Design

Here are some computer generated graphics of various design concepts. Images were rendered using Blender 2.71.

Basic Design

Fig. 1.  The first proto-type. The original idea was to have the ballast tanks as 44 gallon drums cut in half length ways and welded directly to the hull, but their displacement wasn't enough, which led to the using large PVC pipes instead.  (at the time I thought it would be less work too - I was wrong)

Fig. 1.

Fig. 2.  The second prototype with PVC ballast tanks and a concrete keel.  In this one the plan was to have three sets of tanks per side, so all of them could be used as a trim tank too.

Fig. 2.

Fig. 3.  The third, refined and more to scale prototype. Separate trim tanks were added for a more precise control of the subs angle and weight in the water and the main ballast tanks were extended to the length of the sub.

Fig. 3.

Ballast / Trim Tank Brackets

Fig. 4.  I spent about three days designing the bracket system for the tanks, all together going through about three different designs until I was happy.  The one below was one of the first, it didn't quite make use of all the space available, you can see the trim tanks are too far away from the main ballast tanks.  The closer I could squeeze them together, the more space there would be for the concrete keel.

Fig. 4.

Fig. 5.  This was the best design for bolting the brackets to the sub.  Having the four bolts going length ways with the sub meant I could move the trim tanks closer toward the main tanks and still be able to get tools in to do them up.

Fig. 5.

Fig. 6.  All four sets of brackets are on.  It may not look like it but they are very strong.  Each of the trim tanks have four 8x20 mm bolts holding them to the sub.  The total force exerted on each bolt will only be about 4 kg (an upward force when the tanks are empty).  The total force on each bolt for the main tanks will be about 3 or 4 kg (also an upward force).  When out of the water the only weight the brackets have to hold are the weight of the pipes themselves, which isn't much.

Fig. 6.

Concrete Ballast

Fig. 7.  There will be twelve blocks of concrete ballast in which will have second hand steel embedded into it for strength and density improvements.  The density of the concrete is about 2.4 g/cm³, and the density of the water is about 1 g/cm³, so when I put a block of concrete in the water it's overall weight diminishes by 1 g/cm³, which means I'd have to increase the volume of concrete even more to make the sub neutrally buoyant - so that's why instead of increasing the volume of concrete I increase its density by adding the steel.

There are eight 16 mm x 200 mm bolts welded into the bottom of the sub to hold each block into place.  The reason for making the ballast into twelve blocks was to make them easier to make and lift into place.
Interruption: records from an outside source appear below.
/* Open-water evaporation from weather: FAO-56 auxiliaries against the
 * worked examples of FAO Irrigation and Drainage Paper 56 (Allen et al.
 * 1998, ch. 3), the Penman open-water form (Shuttleworth 1993) against a
 * hand calculation, and the calibration fit. */
#include <math.h>
#include <setjmp.h>
#include <stdarg.h>
#include <stddef.h>
#include <cmocka.h>

#include "hc_balance.h"
#include "hc_penman.h"

static void fao56_vapour_pressure_example_3(void **unused)
{
    (void)unused;
    /* FAO-56 Example 3: Tmax 24.5, Tmin 15 degC -> e0 3.075 and 1.705 kPa,
     * es = 2.39 kPa (the e0 values as replicated by NCAR NCL's
     * satvpr_temp_fao56 documentation; es from memory). */
    assert_true(fabs(hc_sat_vapour_pressure_kpa(24.5) - 3.075) < 0.0005);
    assert_true(fabs(hc_sat_vapour_pressure_kpa(15.0) - 1.705) < 0.0005);
    double es = 0.5 * (hc_sat_vapour_pressure_kpa(24.5) + hc_sat_vapour_pressure_kpa(15.0));
    assert_true(fabs(es - 2.39) < 0.005);
}

static void fao56_slope(void **unused)
{
    (void)unused;
    /* FAO-56 eq. 13 at 19.75 degC: 0.142793 kPa/K (NCAR NCL
     * satvpr_slope_fao56 documentation, Example 1). */
    assert_true(fabs(hc_sat_vapour_slope_kpa_k(19.75) - 0.142793) < 2e-6);
    /* The slope is the derivative of eq. 11 (central difference), up to
     * FAO-56's rounding of 17.27 x 237.3 = 4098.17 to 4098. */
    double h = 1e-4;
    double fd = (hc_sat_vapour_pressure_kpa(30 + h) - hc_sat_vapour_pressure_kpa(30 - h)) / (2 * h);
    assert_true(fabs(hc_sat_vapour_slope_kpa_k(30) / fd - 4098.0 / (17.27 * 237.3)) < 1e-8);
}

static void fao56_psychrometric_example_2(void **unused)
{
    (void)unused;
    /* FAO-56 Example 2: at 1800 m, P = 81.8 kPa and gamma = 0.054 kPa/K
     * (from memory); at sea level gamma = 0.0674 (FAO-56 Annex 2 Table 2.2
     * for 0 m, from memory). */
    double p = hc_air_pressure_kpa(1800);
    assert_true(fabs(p - 81.8) < 0.05);
    assert_true(fabs(hc_psychrometric_kpa_k(p) - 0.054) < 0.0005);
    assert_true(fabs(hc_psychrometric_kpa_k(hc_air_pressure_kpa(0)) - 0.0674) < 0.0001);
}

static void fao56_radiation_examples_8_9_11(void **unused)
{
    (void)unused;
    /* FAO-56 Example 8: 20 degS on 3 September (day 246): Ra = 32.2
     * MJ m-2 day-1; Example 9: N = 11.7 h (both from memory). */
    double ra, n;
    assert_int_equal(hc_extraterrestrial_radiation(-20, 246, &ra, &n), HC_OK);
    assert_true(fabs(ra - 32.2) < 0.05);
    assert_true(fabs(n - 11.7) < 0.05);
    /* FAO-56 Example 11: Tmax 25.1, Tmin 19.1 degC, ea 2.1 kPa, Rs 14.5,
     * Rso 18.8 MJ m-2 day-1 -> Rnl = 3.5 (inputs as in the R package FAO56's
     * NLRad example; the result from memory). */
    double rnl;
    assert_int_equal(hc_net_longwave(19.1, 25.1, 2.1, 14.5, 18.8, &rnl), HC_OK);
    assert_true(fabs(rnl - 3.5) < 0.05);
}

static void penman_open_water_by_hand(void **unused)
{
    (void)unused;
    /* A summer day at a coastal works (invented inputs): Tmin 20, Tmax 30
     * degC, RH 0.55, u2 3 m/s, Rs 28 MJ m-2 day-1, 37.5 degN, day 196, 2 m.
     * Worked independently (a separate Python calculation of FAO-56 eqs.
     * 7-13, 21-25, 37-40 and Shuttleworth's open-water Penman): es = 3.29067,
     * ea = 1.80987 kPa, Delta = 0.188682, gamma = 0.0673488 kPa/K,
     * Ra = 40.820, Rso = 30.617, Rnl = 5.2073, Rn = 20.5527 MJ m-2 day-1,
     * E = 8.8483 mm/day. */
    hc_weather_day w = {20, 30, 0.55, 3, 28, NAN, 37.5, 196, 2};
    hc_penman_result r;
    assert_int_equal(hc_penman_open_water(&w, &r), HC_OK);
    assert_true(fabs(r.es_kpa - 3.29067) < 1e-5);
    assert_true(fabs(r.ea_kpa - 1.80987) < 1e-5);
    assert_true(fabs(r.delta_kpa_k - 0.188682) < 1e-6);
    assert_true(fabs(r.gamma_kpa_k - 0.0673488) < 1e-7);
    assert_true(fabs(r.rso_mj_m2 - 30.617) < 1e-3);
    assert_true(fabs(r.rn_mj_m2 - 20.5527) < 1e-4);
    assert_true(fabs(r.evaporation_mm_day - 8.8483) < 1e-4);
    /* Sunshine instead of radiation: FAO-56 eq. 35 with N. */
    hc_weather_day s = w;
    s.solar_mj_m2 = NAN;
    s.sunshine_h = 12;
    assert_int_equal(hc_penman_open_water(&s, &r), HC_OK);
    double ra, n;
    assert_int_equal(hc_extraterrestrial_radiation(37.5, 196, &ra, &n), HC_OK);
    assert_true(fabs(r.rs_mj_m2 - (0.25 + 0.5 * 12 / n) * ra) < 1e-9);
    /* Saturated air: the aerodynamic term vanishes, only radiation drives. */
    hc_weather_day d = {15, 15, 1.0, 4, 10, NAN, 37.5, 100, 0};
    assert_int_equal(hc_penman_open_water(&d, &r), HC_OK);
    assert_true(fabs(r.evaporation_mm_day * HC_PENMAN_LAMBDA_MJ_KG *
                         (r.delta_kpa_k + r.gamma_kpa_k) -
                     r.delta_kpa_k * r.rn_mj_m2) < 1e-12);
}

static void penman_refuses_what_it_cannot_use(void **unused)
{
    (void)unused;
    hc_penman_result r;
    hc_weather_day w = {20, 30, 0.55, 3, NAN, NAN, NAN, 0, 0};
    assert_int_equal(hc_penman_open_water(&w, &r), HC_ERR_ARGUMENT); /* no radiation */
    w.solar_mj_m2 = 20;
    w.relative_humidity = 1.5;
    assert_int_equal(hc_penman_open_water(&w, &r), HC_ERR_DOMAIN);
    w.relative_humidity = NAN;
    assert_int_equal(hc_penman_open_water(&w, &r), HC_ERR_NOT_FINITE);
    w.relative_humidity = 0.5;
    w.t_max_c = 10; /* below Tmin */
    assert_int_equal(hc_penman_open_water(&w, &r), HC_ERR_DOMAIN);
}

static void brine_scaling_and_fit(void **unused)
{
    (void)unused;
    /* Halite-saturated brine (a_w 0.75, DOMAIN of Salhotra et al. 1985) in
     * air at RH 0.55: f = (0.75 - 0.55) / 0.45. */
    double f;
    assert_int_equal(hc_evaporation_activity_factor(0.75, 0.55, &f), HC_OK);
    assert_true(fabs(f - 0.2 / 0.45) < 1e-12);
    /* Fit: achieved = 0.8 x estimate exactly gives k 0.8, no residual. */
    double e[5] = {5, 6, 7, 8, NAN}, a[5] = {4, 4.8, 5.6, 6.4, 3};
    double k, rms, r2;
    int used;
    assert_int_equal(hc_evaporation_fit(e, a, 5, &k, &rms, &r2, &used), HC_OK);
    assert_int_equal(used, 4);
    assert_true(fabs(k - 0.8) < 1e-12 && rms < 1e-12 && fabs(r2 - 1) < 1e-12);
    /* With scatter: k by hand = sum(a e) / sum(e e) = 175 / 174. */
    double a2[4] = {5, 5, 8, 8};
    assert_int_equal(hc_evaporation_fit(e, a2, 4, &k, &rms, &r2, &used), HC_OK);
    assert_true(fabs(k - 175.0 / 174.0) < 1e-12);
    assert_true(rms > 0.5 && r2 < 1); /* residuals -0.35, -1.03, 0.96, -0.05 */
    double z[2] = {0, 0};
    assert_int_equal(hc_evaporation_fit(z, a, 2, &k, &rms, &r2, &used), HC_ERR_DOMAIN);
}

int main(void)
{
    const struct CMUnitTest tests[] = {
        cmocka_unit_test(fao56_vapour_pressure_example_3),
        cmocka_unit_test(fao56_slope),
        cmocka_unit_test(fao56_psychrometric_example_2),
        cmocka_unit_test(fao56_radiation_examples_8_9_11),
        cmocka_unit_test(penman_open_water_by_hand),
        cmocka_unit_test(penman_refuses_what_it_cannot_use),
        cmocka_unit_test(brine_scaling_and_fit),
    };
    return cmocka_run_group_tests(tests, NULL, NULL);
}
The four green shaded blocks are able to be dropped in case of an emergency; like if the ballast tanks won't flush; the air system has a leak and can't provide enough volume or pressure to the tanks; the water inlet is blocked; or there is a leak in the hull and the empty ballast tanks don't provide enough buoyancy to bring the sub back to the surface.  Each block will weigh in at about 50 kg (submerged in water), so dropping the four blocks will give about 200 kg of buoyancy (out of the water the blocks will weight more than 200 kg), which is about the same as the empty main ballast tanks.

Fig. 7.

Fig. 8.  One of the four concrete ballast release mechanisms.  The inner shaft can rotate whilst the outer bracket remains stationary, being embedded in the concrete.  The shaft has three key-ways machined along its length and the outer bracket has three teeth that slide along the key-ways.  When the shaft rotates about 30° the teeth then slide down the key-way under the force of gravity (see the videos below for how it works).

Fig. 8.

How it works.

Operation prototype.  This is the first idea for how to release the ballast (the handles linkage will release all four blocks).  I'm not overly happy with this handle design though, it's too big and requires a lot of movement to get it to release, not to mention the fact that it'll have 200 kg of force against it.

Fig. 9.  What the release mechanism should end up like.  This makes much better use of the space than the previous design.  Also it should be easier to release.  The handle will sit just forward of the seat between the operators legs.

Fig. 9.

The Hatch

Fig. 10.  A quick design of what the hatch might look like.  It will have two turning handles that will lock / unlock the hatch in a few turns.  One of the handles is on the outside and the other on the inside linked by a stainless steel shaft.  The two light gray shafts in the hinge both pivot so that the hatch can be lifted directly upward about an inch before rotating backwards where the hinge will then hold it from falling to far back.  This is just a prototype and is not to scale.

Fig. 10.